Targets of Iranian External Operations
Of the 98 cases in the dataset, 42 involved the targeting of dissidents, 21 of whom were dual nationals or legal foreign residents. An additional 31 of the 98 cases targeted Jews or Israelis, 24 targeted diplomats, 24 targeted Western interests, seven targeted Gulf state interests, five involved the fatwa against Salman Rushdie, and two appear to be incidental to the primary target. (For example, in Baku, Azerbaijan, the Israeli embassy was located in the same building as the Japanese embassy.)
Limiting the analysis to the past decade, the numbers remain alarming. Out of 55 cases over the past decade, 22 operations targeted Iranian dissidents, 25 cases targeted Jews or Israelis, 19 targeted diplomats, 12 targeted specifically Western interests, and six targeted Gulf state interests.
Iranian operations frequently targeted Israeli interests, including 27 incidents in the overall dataset and at least 23 cases over the past decade. Still more disturbing, however, is the prevalence of Iranian external operations apparently targeting Jews, not Israelis. (In several incidents, the operatives were targeting both.) Iranian operatives and their proxies carried out surveillance or operations specifically targeting Jews in places such as Azerbaijan, Bulgaria, Cyprus, Germany, India, Nepal, Nigeria, and the United States, including surveillance of Jewish cultural centers, synagogues, and tourists.

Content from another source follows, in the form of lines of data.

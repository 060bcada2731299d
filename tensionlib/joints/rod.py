"""A threaded rod in a bought fork or clevis on a lug of the gusset, with a turnbuckle or sleeve."""

from __future__ import annotations

from dataclasses import dataclass
from typing import ClassVar

from tensionlib.errors import InputError
from tensionlib.joints.ends import Gusset
from tensionlib.joints.pinned import holds_hole, plain_plate
from tensionlib.joints.stated import Length, Stated, choice, in_mm
from tensionlib.quantities import FORCE, Quantity, door
from tensionlib.steel.bolts import SIZES

COUPLINGS = ("none", "turnbuckle", "sleeve")


@dataclass(frozen=True)
class Threaded(Stated):
    """The threaded end of a round bar, in a bought fork on a lug.

    The thread is cut: the bar is no thinner than it.

    Parameters
    ----------
    thread : str
        Size of the thread, "M24".
    fork_capacity : force
        Design capacity of the bought fork with its pin, and of the turnbuckle where there is one:
        the least of what their makers certify.
    certified_by : str
        Who says so, printed with it.
    pin, hole : length
        Diameter of the fork's pin and of its hole in the gusset.
    plate : Gusset
        The lug: its thickness, steel and width across the force at the pin, which is due. An
        outline or a compression is refused.
    plate_edge_beyond : length
        Centre of the hole to the edge of the lug, along the member.
    coupling : str
        In the length of the rod: "none", "turnbuckle" or "sleeve".
    sleeve_diameter : length
        Outside diameter of a sleeve; due for one.
    sleeve_steel : str
        Its grade; due for one.
    engagement : length
        Length of thread in the sleeve at each side; due for one.
    bracing : bool
        Whether the rod braces: its connection is then designed for the rod's own capacity where
        it is tightened by a turnbuckle.
    k_te : number, optional
        Correction factor of the thread's section stated by the engineer, in place of 1.0; printed
        with `k_te_reason`.

    Raises
    ------
    UnitError, InputError
        Naming the field, what came and what is accepted.
    """

    thread: str
    fork_capacity: Quantity | str
    certified_by: str
    pin: Length
    hole: Length
    plate: Gusset
    plate_edge_beyond: Length
    coupling: str = "none"
    sleeve_diameter: Length | None = None
    sleeve_steel: str = ""
    engagement: Length | None = None
    bracing: bool = True
    to: str = "rod"
    k_te: float | None = None
    k_te_reason: str = ""
    kind: ClassVar[str] = "rod"

    def __post_init__(self) -> None:
        choice("thread", self.thread, tuple(SIZES))
        choice("coupling", self.coupling, COUPLINGS)
        choice("to", self.to, ("rod",))
        rated = door("fork_capacity", self.fork_capacity, FORCE, above=0.0, example="120 kN")
        object.__setattr__(self, "fork_capacity", rated)
        if not isinstance(self.certified_by, str) or not self.certified_by.strip():
            raise InputError("certified_by: missing; say who certifies the fork's capacity")
        for name, example in (("pin", "24 mm"), ("hole", "26 mm"), ("plate_edge_beyond", "50 mm")):
            self._length(name, example=example, due=True)
        example = "Gusset('16 mm', 'AS/NZS 3678 250', '100 mm')"
        plain_plate("the lug", self.plate, example, hung=True)
        pin, hole = in_mm(self.pin), in_mm(self.hole)
        if hole < pin:
            raise InputError(f"hole: got {hole:g} mm; no less than the pin's {pin:g} mm is due")
        holds_hole("plate_edge_beyond", in_mm(self.plate_edge_beyond), hole / 2)
        holds_hole("plate.width", in_mm(self.plate.width), hole)
        self._sleeve()
        if not isinstance(self.bracing, bool):
            raise InputError(f"bracing: got {self.bracing!r}; True or False is due")
        self._factor()

    def _sleeve(self) -> None:
        """The three fields of a sleeve: due for one, refused without."""
        sleeve = self.coupling == "sleeve"
        for name in ("sleeve_diameter", "engagement"):
            if not sleeve and getattr(self, name) is not None:
                raise InputError(f"{name}: given without a sleeve; it needs coupling='sleeve'")
        self._length("sleeve_diameter", example="50 mm", due=sleeve)
        self._length("engagement", example="30 mm", due=sleeve)
        if not isinstance(self.sleeve_steel, str) or sleeve != bool(self.sleeve_steel):
            raise InputError(
                "sleeve_steel: name the grade of a sleeve, for example 'AS/NZS 3679.1 300'"
                if sleeve
                else "sleeve_steel: given without a sleeve; it needs coupling='sleeve'"
            )
        if sleeve and in_mm(self.sleeve_diameter) <= SIZES[self.thread].d_f:
            raise InputError(
                f"sleeve_diameter: got {in_mm(self.sleeve_diameter):g} mm; more than the thread's"
                f" {SIZES[self.thread].d_f:g} mm is due"
            )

Overall, 24 Iranian assassination or attack plots targeted foreign diplomats or diplomatic compounds, including 19 incidents over the past decade. The targeted diplomats represented Israel, Saudi Arabia, United Arab Emirates, the United Kingdom, and the United States. These plots primarily took place in countries with weaker security services, with the notable exceptions of surveillance operations in Israel and the 2011 Arbabsiar plot targeting the Saudi Ambassador to the United States (discussed below). One of the most disturbing of these plots, from an American perspective, was the 2011-2012 plot targeting specific U.S. diplomats and their families in Baku, Azerbaijan, among other targets.27
In an effort to carry out attacks with relative deniability, Iran has also deployed operatives who are dual nationals (typically citizens of Iran and another country, but sometimes of two countries other than Iran). Dual national operatives appear in 21 cases, including 15 just in the past decade, marking a significant shift toward this trend. Over the years, these have included citizens of Afghanistan, Belgium, Canada, Colombia, Germany, Iraq, Lebanon, Norway, Spain, Sweden, Tunisia, Turkey, and the United States.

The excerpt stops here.